First, thanks for your reply.
I guess I am not clear about my need. I am not trying to validate "Trust" nor assume any amount of "Trust". The concept of "Trust" is irrelevant to me. My client could be used within the realms of "Public Computing" (default browser and trust stores) and "Private Computing" (internal/privately managed stores). The public trust stores also change frequently. Within the realms of CI tests, servers like Boulder and Pebble will generate ad-hoc Root certificates. A Trusted certificate could also be revoked and untrusted, eventually removed from a "Trust Store". So there is no guarantee or assumption that a utilized root will appear in the browser/os Trust Store. Sorry to harp on these points, but I want to make this clear: dealing with the concept of "Trust" is completely irrelevant to my concerns and needs. I am not looking to develop code that is concerned with "Trust".

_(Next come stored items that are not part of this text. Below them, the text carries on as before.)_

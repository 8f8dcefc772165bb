/** Helpers shared by the unified-thread tests: geometry by designation, limits in inches, classes. */
import {parseThread, threadGeometry} from '../../../src/core/threads/index.js';
import {parseUnifiedClass} from '../../../src/core/threads/tolerance-class.js';
import type {ThreadGeometry} from '../../../src/core/types.js';

/** 1 in = 25.4 mm exactly (NIST SP 811). */
export const IN = 25.4;

export function geom(text: string): ThreadGeometry {
  const p = parseThread(text);
  if (!p.ok) throw new Error(p.error);
  return threadGeometry(p.value);
}

/** Limits in inches, rounded to 4 decimals to undo the mm conversion. */
export function inches(g: ThreadGeometry) {
  const r = (v: number | undefined) => (v === undefined ? undefined : Math.round((v / IN) * 1e4) / 1e4);
  const e = g.limits.external;
  const i = g.limits.internal;
  return {
    ext: [r(e.majorMax), r(e.majorMin), r(e.pitchMax), r(e.pitchMin)],
    int: [r(i.minorMin), r(i.minorMax), r(i.pitchMin), r(i.pitchMax), r(i.majorMin)],
  };
}

export const cls = (t: string) => {
  const c = parseUnifiedClass(t);
  if (!c.ok) throw new Error(c.error);
  return c.value;
};
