import {describe, expect, it} from 'vitest';
import {basicProfile, parseThread, threadGeometry} from '../../../src/core/threads/index.js';
import type {ThreadGeometry} from '../../../src/core/types.js';

function geom(text: string): ThreadGeometry {
  const p = parseThread(text);
  if (!p.ok) throw new Error(p.error);
  return threadGeometry(p.value);
}

const IN2 = 25.4 * 25.4;

describe('basic profile, ISO 68-1 / ISO 724', () => {
  it('M10x1.5: H, d2, D1 and d3 from the ISO 68-1 profile', () => {
    // ISO 68-1 basic profile: H = 0.866025P, d2 = d - 0.649519P, D1 = d - 1.082532P,
    // d3 = d - 1.226869P (ISO 724 / ISO 898-1 definition of d3 for As)
    const g = geom('M10');
    expect(g.fundamentalHeight).toBeCloseTo(1.299038, 6);
    expect(g.pitchDiameter).toBeCloseTo(9.026, 3); // ISO 724 table: M10 d2 = 9.026
    expect(g.minorDiameterInternal).toBeCloseTo(8.376, 3); // ISO 724 table: M10 D1 = 8.376
    expect(g.minorDiameterExternal).toBeCloseTo(8.160, 3);
    expect(g.minorArea).toBeCloseTo((Math.PI / 4) * 8.159697 ** 2, 3);
  });

  it('M6, M8, M12 basic d2 and D1 agree with the ISO 724 dimensions', () => {
    // ISO 724:1993 basic dimensions (also the 6H D2 min / D1 min of ISO 965-2):
    // M6 5.350 / 4.917, M8 7.188 / 6.647, M12 10.863 / 10.106
    for (const [t, d2, d1] of [['M6', 5.35, 4.917], ['M8', 7.188, 6.647], ['M12', 10.863, 10.106]] as const) {
      const g = geom(t);
      expect(+g.pitchDiameter.toFixed(3)).toBe(d2);
      expect(+g.minorDiameterInternal.toFixed(3)).toBe(d1);
    }
  });

  it('unified profile uses d3 = D - 1.299038P (Shigley 9th ed. Table 8-2 footnote)', () => {
    const b = basicProfile(25.4, 25.4 / 8, 'unified');
    expect(b.d3).toBeCloseTo(25.4 - 1.299038 * (25.4 / 8), 5);
    expect(b.d2).toBeCloseTo(25.4 - 0.649519 * (25.4 / 8), 5);
  });
});

describe('tensile stress area', () => {
  // ISO 898-1:2013, table of minimum ultimate tensile loads, coarse thread: As,nom column (mm²)
  const ISO898: Array<[string, number]> = [
    ['M3', 5.03], ['M4', 8.78], ['M5', 14.2], ['M6', 20.1], ['M8', 36.6], ['M10', 58.0],
    ['M12', 84.3], ['M14', 115], ['M16', 157], ['M18', 192], ['M20', 245], ['M22', 303],
    ['M24', 353], ['M27', 459], ['M30', 561], ['M33', 694], ['M36', 817],
  ];
  it.each(ISO898)('%s As matches ISO 898-1:2013 As,nom (ultimate-load table) to 3 figures', (t, as) => {
    const g = geom(t);
    expect(Number(g.stressArea.toPrecision(3))).toBe(as);
  });

  // Shigley's Mechanical Engineering Design, 9th ed., Table 8-2: tensile-stress area At (in²),
  // with the number of decimals printed there. The book's last digit is not always the
  // rounded formula value (1/2-20: formula 0.15995, table 0.1599; #4-40: 0.006033 vs 0.00604),
  // so the check is agreement within one unit of the last printed digit.
  const SHIGLEY: Array<[string, number, number]> = [
    ['#4-40 UNC', 0.00604, 5], ['#10-24 UNC', 0.0175, 4], ['#10-32 UNF', 0.0200, 4],
    ['1/4-20 UNC', 0.0318, 4], ['1/4-28 UNF', 0.0364, 4], ['5/16-18 UNC', 0.0524, 4],
    ['3/8-16 UNC', 0.0775, 4], ['3/8-24 UNF', 0.0878, 4], ['1/2-13 UNC', 0.1419, 4],
    ['1/2-20 UNF', 0.1599, 4], ['5/8-11 UNC', 0.226, 3], ['3/4-10 UNC', 0.334, 3],
    ['1-8 UNC', 0.606, 3], ['1-1/2-6 UNC', 1.405, 3],
  ];
  it.each(SHIGLEY)('%s At agrees with Shigley 9th ed. Table 8-2 (%s in²)', (t, at, decimals) => {
    const inches = geom(t).stressArea / IN2;
    expect(Math.abs(inches - at)).toBeLessThanOrEqual(10 ** -decimals + 1e-12);
  });

  it('1/4-20 and 3/8-16 At to the 4 decimals of Shigley 9th ed. Table 8-2', () => {
    // Shigley 9th ed. Table 8-2: 1/4-20 UNC 0.0318 in², 3/8-16 UNC 0.0775 in²
    expect((geom('1/4-20 UNC').stressArea / IN2).toFixed(4)).toBe('0.0318');
    expect((geom('3/8-16 UNC').stressArea / IN2).toFixed(4)).toBe('0.0775');
  });
});

describe('power-screw threads', () => {
  it('threadGeometry refuses Tr, Acme and square threads with a plain message', () => {
    for (const t of ['Tr24x5', '1-5 ACME-2G', 'square 32x4']) {
      const p = parseThread(t);
      expect(p.ok).toBe(true);
      if (p.ok) expect(() => threadGeometry(p.value)).toThrow(/power-screw thread.*tapwright screw/);
    }
  });
});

Within the concerns of my usage, a conventional "Trust Store" does not exist to provide "Trust", but functions as a black box that may or may-not contain a terminal certificate. That causes a lot of problems for my usage, so I am actively looking to remove it from the equation.
What I do wish to accomplish, is validating a downloaded certificate against it's downloaded chain. Let's call this the "self-referential integrity of a certificate chain", as I can't think of a better name for it right now. The vast majority of SSL libraries and toolkits do not easily support this without being provided with the terminal root(s) (more than one root is indeed possible) involved -- and that terminal root must be self-signed. (If only we could treat the last intermediate as the root...)
I am not alone in this -- mailing lists, github, stack overflow, and discussion forums are filled with engineers and computer scientists going through extreme workarounds trying to do the same thing (in just about every situation) for CI/Unit Tests. In these cases, no one cares if the end certificate is "Trusted" or not - that is not our call to make, what matters is identifying and obtaining the terminal certificate(s), so the entire chain can be verified.
I would be fine doing this entirely based on signatures, as all I really care about is "Did the first intermediate sign the cert?", "Did the upchain intermediate sign the downchain intermediate?" - but that started getting absurdly complex and is hard to do with the basic OpenSSL commands. To keep installation requirements minimal for the emergency debugging features, we support them as a fallback if python's crypto tools are not installed.
So my problem is better stated that OpenSSL/etc requires a self-signed Root to validate the referential integrity of a certificate chain, but - as @felixf stated - the ACME spec does not provide for identifying and procuring a root, only the intermediates. Again, to be clear, I am not trying to test if a Chain is trusted - I am trying to test if a Chain is well-formed with it's own self-referential integrity.
My interim solution is probing Pebble for tests, and we already hardcode the ISRG roots, but this is far from ideal and essentially does a lock-in to LetsEncrypt for something that should work against any ACME server.